The angular momentum along the z direction for an electron in the hydrogen atom is Lz = mħ with m the magnetic quantum number. If a hydrogen atom is put where there is a magnetic field, there is an extra term of the energy, dependent on the quantum number m:

$E_{\mathrm {magnetic} }=-\mu _{z}B_{z}=m\hbar \gamma B_{z}$ (Eq. 3)

The previously degenerate levels of orbital 2p-1, 2p0, 2p+1 are split by the external magnetic field. This is called the Zeeman effect.

The Zeeman effect does not explain all the observations. You need another ingredient to explain the finer detail of the hydrogen spectrum.

The Stern-Gerlach experiment

A beam of particles with same mass, same velocity and different magnetic dipole moments passing through a region with inhomogeneous magnetic field will follow a trajectory that depends on the magnetic dipole moment.

The hydrogen atom in the ground state does not have magnetic dipole moment due to the orbital n=1, l=0, m=0. Nevertheless it is found that two different trajectories are followed by hydrogen atoms: there is an additional, previously unknown, magnetic dipole moment.

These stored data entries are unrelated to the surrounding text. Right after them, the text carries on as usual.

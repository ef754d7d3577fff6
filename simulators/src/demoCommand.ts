/**
 * Command line of `npm run demo` (flags after `--`): `--speed`, `--measures`, `--scenario`,
 * `--duration-h`. Bad flags: exit code 2 and a one-line message on stderr.
 */
import { Command, CommanderError, InvalidArgumentError } from 'commander';
import { serverConfigFromEnv } from '../../server/src/config/index.ts';
import { checkSpeed } from './playClock.ts';
import { noticeSummary, startDemo, warningSummary } from './demo.ts';

const numberFlag = (flag: string, check: (value: number) => number) => (text: string) => {
  const value = Number(text);
  try {
    return check(value);
  } catch (error) {
    throw new InvalidArgumentError(`${flag}: ${(error as Error).message.replace(/^speed /, '')}`);
  }
};

/** Runs the demo; resolves with the exit code once stopped (Ctrl-C) or on a usage error. */
export async function demoMain(argv: readonly string[], env: NodeJS.ProcessEnv): Promise<number> {
  const program = new Command('npm run demo --')
    .exitOverride()
    .configureOutput({ writeErr: (text) => process.stderr.write(text) })
    .option(
      '--speed <times>',
      'event time per wall time, 1 to 120',
      numberFlag('--speed', checkSpeed),
      60,
    )
    .option('--measures <log>', 'measure log of the scenario: no-action or fogging')
    .option('--scenario <name>', 'scenario name or folder', 'level3-topping')
    .option(
      '--duration-h <hours>',
      'hours of event time to play',
      numberFlag('--duration-h', (value) => {
        if (!(value > 0 && value <= 72))
          throw new RangeError(`must be between 0 and 72 h: got ${value}`);
        return value;
      }),
    );
  try {
    program.parse([...argv], { from: 'user' });
  } catch (error) {
    if (error instanceof CommanderError) return error.exitCode === 0 ? 0 : 2;
    throw error;
  }
  const flags = program.opts<{
    speed: number;
    measures?: string;
    scenario: string;
    durationH?: number;
  }>();
  let config;
  try {
    // The demo prints its own lines (readings, notices, the truth beside the server); the
    // server's JSON log would drown them, so it shows errors only unless the user asks for more.
    config = serverConfigFromEnv({ MENISCUS_LOG_LEVEL: 'error', ...env });
  } catch (error) {
    process.stderr.write(`${(error as Error).message}\n`);
    return 2;
  }
  const controller = new AbortController();
  let demo;
  try {
    demo = await startDemo({
      config,
      scenario: flags.scenario,
      speed: flags.speed,
      ...(flags.measures === undefined ? {} : { measureLog: flags.measures }),
      ...(flags.durationH === undefined ? {} : { durationH: flags.durationH }),
      signal: controller.signal,
    });
  } catch (error) {
    process.stderr.write(`${(error as Error).message}\n`);
    return error instanceof RangeError || (error as Error).name === 'ValidationError' ? 2 : 1;
  }
  const stopped = new Promise<void>((resolve) => {
    for (const signal of ['SIGINT', 'SIGTERM'] as const) process.once(signal, () => resolve());
  });
  void demo.played.then(
    (result) => {
      console.log(
        warningSummary(demo.truthMarginClosedAtMs(), demo.serverStates(), demo.utcOffsetMin),
      );
      console.log(noticeSummary(demo.truthMarginClosedAtMs(), demo.notices(), demo.utcOffsetMin));
      const counts = `${result.packsSent} packs sent (${result.packsDropped} lost on purpose, ${result.packsSilenced} held back by the scripted silence)`;
      console.log(
        controller.signal.aborted
          ? `Scenario stopped: ${counts}. Stopping the server.`
          : `Scenario played: ${counts}. The server keeps running: ${demo.baseUrl}/runs/${demo.runId} (Ctrl-C to stop).`,
      );
    },
    (error: unknown) => console.error(`The scenario stopped: ${(error as Error).message}`),
  );
  await stopped;
  controller.abort();
  await demo.played.catch(() => undefined);
  await demo.server.close();
  return 0;
}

It was postulated (Goudsmit and Ulhembeck) that the electron possesses an intrinsic angular moment and (being charged) an intrinsic magnetic dipole moment.

Spin

The intrinsic angular momentum of the electron is called spin. The operators ${\hat {S}}^{2},{\hat {S}}_{z}$ can be defined in analogy to the angular momentum operators ${\hat {L}}^{2},{\hat {L}}_{z}$ with the eigenfunction σ satisfying

${\hat {S}}^{2}\omega =s(s+1)\hbar ^{2}\omega$ (Eq. 4)

• s is the angular quantum number for the spin

${\hat {S}}_{z}\omega =m_{s}\hbar \omega$ (Eq. 5)

• ms is the magnetic quantum number for the spin

However, as the experiment shows that there are only two possible values of magnetic dipole moments, we have to acknowledge that the only possible quantum numbers are:

s = ½ ; ms = ±½

So there are only two possible spin wavefunctions for the electron, conventionally called spin up (or α) and spin down (or β).

Consequences of the existence of spin

The extra magnetic dipole affects the energy of the atom under magnetic field (that is how it was discovered) but the details are not essential if you are not specifically interested in magnetic properties.

The angular momentum of the electron and the angular momentum of the spin combine together in a non-trivial way (the total energy is not exactly the sum of the energies of the two rotors). This effect is called spin-orbit coupling and it is essential to understand the details of the spectra of multi-electron atoms. The spin-orbit coupling is small and important only for heavy atoms.

The existence of spin changes completely the behavior of multi-electron systems. It gives rise to the periodic table and all the phenomenology of chemical bonding and reactions. This is important for all chemists and will be investigated in the next lesson. Exercise Calculate ħγBz for Bz = 1 Tesla and for Bz equal to the typical magnetic field on the earth surface. What is the electron spin? Describe the Zeeman effect.